- **ACTIVITY**:
Of the entries below, return only those lines from the line with "from pipeline.fec import ASM" to the line with "DEFAULT_LOOKBACK_FRAMES = 8", exactly, both included.

- **EXTRACTED DATA**:

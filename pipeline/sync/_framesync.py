"""Frame synchronizer: find the attached sync marker, lock on the frame period, flywheel, re-acquire."""

from __future__ import annotations

import math
from dataclasses import asdict, dataclass
from typing import Literal

import numpy as np
from scipy import special

from pipeline.fec import ASM
from pipeline.sync import _kernels
from pipeline.sync._args import as_soft_and_position, check_int
from pipeline.sync._types import Cadu, SyncEvent

__all__ = ["FrameSync", "FrameSyncStats", "DEFAULT_ASM", "DEFAULT_LOOKBACK_FRAMES", "DEFAULT_LOOKBACK_BITS",
           "ASM_SEARCH_THRESHOLD", "soft_search_threshold", "Correlation"]

#: The 32-bit attached sync marker 1ACFFC1D (CCSDS 131.0-B sec. 8.2), first transmitted bit = MSB.
DEFAULT_ASM = ASM

#: A soft-correlation synchronizer looks back at least this many frame periods when it locks
#: (``lookback_frames=None``) ...
DEFAULT_LOOKBACK_FRAMES = 8
#: ... and at least this many bits: short codewords behind the 32-bit ASM are where the search misses most.
DEFAULT_LOOKBACK_BITS = 1 << 16

_SEARCH, _CHECK, _LOCK = "search", "check", "lock"

#: Soft search threshold of the 32-bit ASM; other markers get the one with its false-candidate rate on noise.
ASM_SEARCH_THRESHOLD = 4.5


def soft_search_threshold(marker_bits: int) -> float:
    """The soft search threshold of an ``m``-bit marker: as rare a false candidate on noise as the ASM's at 4.5.

    Parameters
    ----------
    marker_bits : int
        Length of the marker, 16 .. 256 bits.

    Returns
    -------
    float
        ``T(m) = sqrt(m x)`` with ``x`` the upper ``p`` quantile of Beta(1/2, (m - 1)/2), ``p = I_c(20.25 /
        32; 1/2, 31/2) = 3.17e-8``: the probability per bit that the score of the 32-bit ASM reaches 4.5 on
        noise.

    Notes
    -----
    On Gaussian noise the window of m soft values points in a direction uniform on the sphere, so
    ``z^2 / m`` (the squared cosine of its angle with the marker) is Beta(1/2, (m - 1)/2) whatever the
    noise power; the tail is far lighter than the Gaussian ``2 Q(T)`` for short markers (3.2e-8 against
    6.8e-6 at 4.5 for m = 32) and approaches it as m grows (4.1e-6 for m = 192).  One threshold for
    every marker would thus give the 192-bit turbo marker 130 times the false candidates (and false
    locks) per bit of the ASM.  ``T(m)``: 4.5 (32 bits), 4.98 (64), 5.15 (96), 5.24 (128), 5.34 (192).
    At the Es/N0 where each code works (ASM at -1.2 dB for AR4JA rate 1/2; 64 bits at -3 dB, 192 bits
    at -8 dB) a marker then misses the search threshold with probability 0.58, 0.07 and 0.03, and the
    look-back recovers the frames the search passed over (``bench/bench_sync_onset.py``).  Cost: one
    inverse incomplete beta function.

    References
    ----------
    The distribution of the squared cosine of a uniform direction: standard result (common practice, no
    published source named here); ``scipy.special.betainccinv``.

    Examples
    --------
    >>> [round(soft_search_threshold(m), 2) for m in (32, 64, 96, 128, 192)]
    [4.5, 4.98, 5.15, 5.24, 5.34]
    """
    m = check_int("marker_bits", marker_bits, 16, 256)
    p = special.betaincc(0.5, 15.5, ASM_SEARCH_THRESHOLD**2 / 32.0)
    return float(math.sqrt(m * special.betainccinv(0.5, (m - 1) / 2.0, p)))


#: Smallest capacity of the bit buffer (bits); it doubles as needed.
_MIN_BUFFER_BITS = 1 << 14

#: How the marker is compared: hard decisions against ``max_errors``, or the normalised soft correlation.
Correlation = Literal["hard", "soft"]


@dataclass
class FrameSyncStats:
    """Counters of one :class:`FrameSync` run."""

    bits_in: int = 0
    candidates: int = 0  # markers found while searching (true or false)
    false_candidates: int = 0  # candidates rejected by the check at the next expected position
    locks: int = 0
    losses: int = 0
    cadus: int = 0  # all CADUs emitted, flywheel ones included
    flywheel_cadus: int = 0
    inverted_cadus: int = 0
    bit_slips: int = 0
    polarity_changes: int = 0
    asm_errors: int = 0  # marker bit errors summed over the CADUs whose marker was found
    flywheel_dropped: int = 0  # flywheel CADUs withdrawn: after the loss of lock a marker was found inside them
    lookback_cadus: int = 0  # CADUs before the marker a lock started on, recovered by the look-back (in cadus too)
    bits_discarded: int = 0  # bits received after the last CADU when the stream was flushed

    def as_dict(self) -> dict:
        return asdict(self)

- **RESPONSE TO THE EXERCISE**:
from pipeline.fec import ASM
from pipeline.sync import _kernels
from pipeline.sync._args import as_soft_and_position, check_int
from pipeline.sync._types import Cadu, SyncEvent

__all__ = ["FrameSync", "FrameSyncStats", "DEFAULT_ASM", "DEFAULT_LOOKBACK_FRAMES", "DEFAULT_LOOKBACK_BITS",
           "ASM_SEARCH_THRESHOLD", "soft_search_threshold", "Correlation"]

#: The 32-bit attached sync marker 1ACFFC1D (CCSDS 131.0-B sec. 8.2), first transmitted bit = MSB.
DEFAULT_ASM = ASM

#: A soft-correlation synchronizer looks back at least this many frame periods when it locks
#: (``lookback_frames=None``) ...
DEFAULT_LOOKBACK_FRAMES = 8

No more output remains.